*** AVAILABLE DATA ***
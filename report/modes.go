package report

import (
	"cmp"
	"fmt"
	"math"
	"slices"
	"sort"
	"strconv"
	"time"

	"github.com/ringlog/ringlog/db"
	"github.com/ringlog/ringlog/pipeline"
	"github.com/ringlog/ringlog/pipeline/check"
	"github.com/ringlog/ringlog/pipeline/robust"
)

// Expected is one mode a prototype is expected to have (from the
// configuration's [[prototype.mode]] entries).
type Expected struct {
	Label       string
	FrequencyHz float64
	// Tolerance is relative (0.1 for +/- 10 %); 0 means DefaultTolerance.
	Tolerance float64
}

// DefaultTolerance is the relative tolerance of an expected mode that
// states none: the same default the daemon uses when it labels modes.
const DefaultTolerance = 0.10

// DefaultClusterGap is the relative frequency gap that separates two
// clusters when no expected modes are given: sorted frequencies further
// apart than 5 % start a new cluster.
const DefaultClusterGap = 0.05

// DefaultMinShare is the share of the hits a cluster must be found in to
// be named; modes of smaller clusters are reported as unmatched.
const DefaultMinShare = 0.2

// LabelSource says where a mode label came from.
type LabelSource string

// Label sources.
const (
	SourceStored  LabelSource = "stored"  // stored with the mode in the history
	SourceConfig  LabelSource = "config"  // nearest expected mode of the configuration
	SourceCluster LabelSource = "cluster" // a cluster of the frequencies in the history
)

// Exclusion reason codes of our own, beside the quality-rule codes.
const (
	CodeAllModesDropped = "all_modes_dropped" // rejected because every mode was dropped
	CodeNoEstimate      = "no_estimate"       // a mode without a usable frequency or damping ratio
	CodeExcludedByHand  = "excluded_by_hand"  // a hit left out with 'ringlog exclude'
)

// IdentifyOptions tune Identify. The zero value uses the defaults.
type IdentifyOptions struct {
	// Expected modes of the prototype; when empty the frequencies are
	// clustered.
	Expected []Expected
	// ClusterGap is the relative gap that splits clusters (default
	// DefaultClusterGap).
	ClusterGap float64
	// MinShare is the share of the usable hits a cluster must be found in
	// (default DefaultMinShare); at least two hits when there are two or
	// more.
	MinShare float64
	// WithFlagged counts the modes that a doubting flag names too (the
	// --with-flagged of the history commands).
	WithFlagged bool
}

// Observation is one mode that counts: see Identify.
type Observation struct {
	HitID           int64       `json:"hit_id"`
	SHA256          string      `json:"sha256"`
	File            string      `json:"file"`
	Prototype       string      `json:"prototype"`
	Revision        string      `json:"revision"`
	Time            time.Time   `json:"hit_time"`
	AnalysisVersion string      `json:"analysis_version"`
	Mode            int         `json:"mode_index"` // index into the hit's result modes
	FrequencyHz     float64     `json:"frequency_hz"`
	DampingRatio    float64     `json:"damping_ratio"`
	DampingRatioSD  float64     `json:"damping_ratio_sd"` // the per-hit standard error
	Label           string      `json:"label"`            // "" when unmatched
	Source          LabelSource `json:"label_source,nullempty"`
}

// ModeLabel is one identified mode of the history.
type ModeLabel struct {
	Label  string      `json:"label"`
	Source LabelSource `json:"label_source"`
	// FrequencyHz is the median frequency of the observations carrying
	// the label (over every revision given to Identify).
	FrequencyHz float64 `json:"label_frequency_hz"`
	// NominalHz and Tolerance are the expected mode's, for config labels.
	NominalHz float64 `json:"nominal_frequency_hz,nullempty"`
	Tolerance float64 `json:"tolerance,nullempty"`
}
*** End of AVAILABLE DATA ***
» WORK ORDER: What is needed is an exact transcription of every record above.

» REPLY:
filename report/modes.go
package report

import (
	"cmp"
	"fmt"
	"math"
	"slices"
	"sort"
	"strconv"
	"time"

	"github.com/ringlog/ringlog/db"
	"github.com/ringlog/ringlog/pipeline"
	"github.com/ringlog/ringlog/pipeline/check"
	"github.com/ringlog/ringlog/pipeline/robust"
)

// Expected is one mode a prototype is expected to have (from the
// configuration's [[prototype.mode]] entries).
type Expected struct {
	Label       string
	FrequencyHz float64
	// Tolerance is relative (0.1 for +/- 10 %); 0 means DefaultTolerance.
	Tolerance float64
}

// DefaultTolerance is the relative tolerance of an expected mode that
// states none: the same default the daemon uses when it labels modes.
const DefaultTolerance = 0.10

// DefaultClusterGap is the relative frequency gap that separates two
// clusters when no expected modes are given: sorted frequencies further
// apart than 5 % start a new cluster.
const DefaultClusterGap = 0.05

// DefaultMinShare is the share of the hits a cluster must be found in to
// be named; modes of smaller clusters are reported as unmatched.
const DefaultMinShare = 0.2

// LabelSource says where a mode label came from.
type LabelSource string

// Label sources.
const (
	SourceStored  LabelSource = "stored"  // stored with the mode in the history
	SourceConfig  LabelSource = "config"  // nearest expected mode of the configuration
	SourceCluster LabelSource = "cluster" // a cluster of the frequencies in the history
)

// Exclusion reason codes of our own, beside the quality-rule codes.
const (
	CodeAllModesDropped = "all_modes_dropped" // rejected because every mode was dropped
	CodeNoEstimate      = "no_estimate"       // a mode without a usable frequency or damping ratio
	CodeExcludedByHand  = "excluded_by_hand"  // a hit left out with 'ringlog exclude'
)

// IdentifyOptions tune Identify. The zero value uses the defaults.
type IdentifyOptions struct {
	// Expected modes of the prototype; when empty the frequencies are
	// clustered.
	Expected []Expected
	// ClusterGap is the relative gap that splits clusters (default
	// DefaultClusterGap).
	ClusterGap float64
	// MinShare is the share of the usable hits a cluster must be found in
	// (default DefaultMinShare); at least two hits when there are two or
	// more.
	MinShare float64
	// WithFlagged counts the modes that a doubting flag names too (the
	// --with-flagged of the history commands).
	WithFlagged bool
}

// Observation is one mode that counts: see Identify.
type Observation struct {
	HitID           int64       `json:"hit_id"`
	SHA256          string      `json:"sha256"`
	File            string      `json:"file"`
	Prototype       string      `json:"prototype"`
	Revision        string      `json:"revision"`
	Time            time.Time   `json:"hit_time"`
	AnalysisVersion string      `json:"analysis_version"`
	Mode            int         `json:"mode_index"` // index into the hit's result modes
	FrequencyHz     float64     `json:"frequency_hz"`
	DampingRatio    float64     `json:"damping_ratio"`
	DampingRatioSD  float64     `json:"damping_ratio_sd"` // the per-hit standard error
	Label           string      `json:"label"`            // "" when unmatched
	Source          LabelSource `json:"label_source,nullempty"`
}

// ModeLabel is one identified mode of the history.
type ModeLabel struct {
	Label  string      `json:"label"`
	Source LabelSource `json:"label_source"`
	// FrequencyHz is the median frequency of the observations carrying
	// the label (over every revision given to Identify).
	FrequencyHz float64 `json:"label_frequency_hz"`
	// NominalHz and Tolerance are the expected mode's, for config labels.
	NominalHz float64 `json:"nominal_frequency_hz,nullempty"`
	Tolerance float64 `json:"tolerance,nullempty"`
}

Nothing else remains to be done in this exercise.